Houaiss traduziu “Ulisses”, de James Joyce, e há quem acredite que a leitura em português é quase tão difícil quando a leitura em inglês. Na verdade, não procede. Houaiss deu um Joyce inteligível, sem torná-lo pedestre. Como tradutor experimentado, pôs o romance do irlandês de pé em português, para que se tornasse um rival à altura do original.
Porém, enquanto não havia outra tradução para comparar, não se podia avaliar, com proveito, o trabalho de Héracles de Houaiss. Frise-se que o grande Haroldo de Campos — em outra “encarnação” teria sido bibliotecário da Biblioteca de Alexandria — percebeu as virtudes da tradução.
Em 2005, Bernardina da Silveira Pinheiro deu-nos o resultado de seu enfrentamento com o “monstro” de Joyce. Durante oito anos, comeu e bebeu a escritura do irlandês meio cego. Leu, releu. Chegou-se a comentar que seria uma tradução pedestre. A rigor, não é. É uma grande tradução, de quem conhece as entranhas da prosa de Joyce e dos que vieram antes dele e aparecem, visíveis ou como fantasmas, na sua literatura.
Talvez seja possível sugerir que a tradução de Bernardina Pinheiro não é tão “inventiva” quanto a de Houaiss, que, de certa maneira, teve que reinventar parte da Língua Portuguesa para a transposição de “Ulisses”. Postular que não é tão inventiva não equivale a sugerir que não é inventiva e ousada.
É possível que Bernardina Pinheiro tenha tornado Joyce mais compreensível, porém sem descaracterizá-lo. Ela merece figurar na lista dos melhores tradutores patropis.
Bernardina Pinheiro morreu, aos 99 anos, quase um século de luz, na quinta-feira, 7, no Rio de Janeiro, de pneumonia. Ela foi professora da Universidade Federal do Rio de Janeiro, onde ensinou gerações a ler a literatura de Joyce — “Dublinenses”, “Um Retrato do Artista Quando Jovem” e “Ulisses”. “O fascínio de Bernardina por James Joyce foi tamanho que ela afirmou, em uma entrevista de 2019, jamais ter lido o romance experimental ‘Finnegans Wake’ (1939) por temer ver o escritor irlandês descontruir a linguagem que lhe era tão cara”, diz reportagem do “Estadão”.

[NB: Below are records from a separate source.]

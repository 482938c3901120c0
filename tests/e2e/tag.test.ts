import { describe, expect, it } from 'vitest';
import { expectSound, onPage } from '../fixtures/sound';
import { tagText as text } from '../../src/lib/text/en/tag';

const { example } = text;
const UPSIDE_DOWN = [...example.lines].reverse();
const asked = (lines: readonly string[], serial: string) =>
	`/tag?${new URLSearchParams([
		['maker', example.maker],
		['year', example.year],
		['serial', serial],
		...lines.map((line) => ['text', line])
	])}`;

describe('a body tag, line by line', () => {
	it('is read as one types, and what differs from the serial stands at the seam', async () => {
		await onPage('/tag', async (page) => {
			await expectSound(page, 'tag-empty');
			await page.getByLabel(text.serial).fill(example.serial);
			await page.getByLabel(text.maker).selectOption(example.maker);
			await page.getByLabel(text.year).selectOption(example.year);
			for (const [index, line] of example.lines.entries())
				await page.locator(`#line-${index + 1}`).fill(line);
			await page.getByText('Tor-Red').waitFor();
			const open = page.getByRole('region', { name: text.seam.heading }).locator('.open');
			await open.getByText('104121').first().waitFor();
			expect(await open.getByRole('listitem').count()).toBe(2);
			expect(await page.locator('#line-4').inputValue()).toBe(example.lines[3]);
			await expectSound(page, 'tag-read');
		});
	});

	it('pasted into one field becomes its lines', async () => {
		await onPage('/tag', async (page) => {
			await page.locator('#line-1').evaluate((field, pasted) => {
				const clipboardData = new DataTransfer();
				clipboardData.setData('text', pasted);
				field.dispatchEvent(
					new ClipboardEvent('paste', { clipboardData, bubbles: true, cancelable: true })
				);
			}, example.lines.join('\n'));
			await page.getByText('Tor-Red').waitFor();
			for (const [index, line] of example.lines.entries())
				expect(await page.locator(`#line-${index + 1}`).inputValue()).toBe(line);
		});
	});

	it('is read without script, and lines in the wrong order are offered in the right one', async () => {
		await onPage(
			asked(UPSIDE_DOWN, example.serial),
			async (page) => {
				await page.getByRole('link', { name: text.inOrder }).first().click();
				expect(await page.locator('#line-4').inputValue()).toBe(example.lines[3]);
				expect(await page.locator('#serial').inputValue()).toBe(example.serial);
				await page.locator('#line-1').fill('QQ9');
				await page.getByRole('button', { name: text.read }).click();
				await page.getByRole('link', { name: text.lookUp('QQ9') }).waitFor();
			},
			{ script: false }
		);
	});

	it('keeps what it cannot read: fifteen lines, a line of 700 characters, a serial of another maker', async () => {
		const lines = [...Array.from({ length: 14 }, (_, index) => `Q${index}`), 'X'.repeat(700)];
		await onPage(asked(lines, '9F02G123456'), async (page) => {
			const fields = page.locator('input[name="text"]');
			expect(await fields.count()).toBe(15);
			expect(await fields.last().inputValue()).toBe('X'.repeat(700));
			expect(await page.locator('#serial').inputValue()).toBe('9F02G123456');
			await expectSound(page, 'tag-kept');
		});
	});
});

Entre as traduções de Bernardina Pinheiro figuram “Uma Viagem Sentimental Através da França e da Itália”, de Laurence Sterne (um dos pais de Machado de Assis), e “Um Retrato do Artista Quando Jovem”, de Joyce.
Caetano Galindo
Depois de Houaiss e de Bernardina Pinheiro, Caetano Galindo, munido de coragem e talento, traduziu “Ulysses”, agora com “y”, para o português. Pode-se apontar que há uma “atualização” das traduções anteriores, um prosseguimento qualitativo, mas que não invalida em nada as versões precedentes. O leitor brasileiro tem o privilégio de contar com três traduções de qualidade, que, a rigor, são complementares.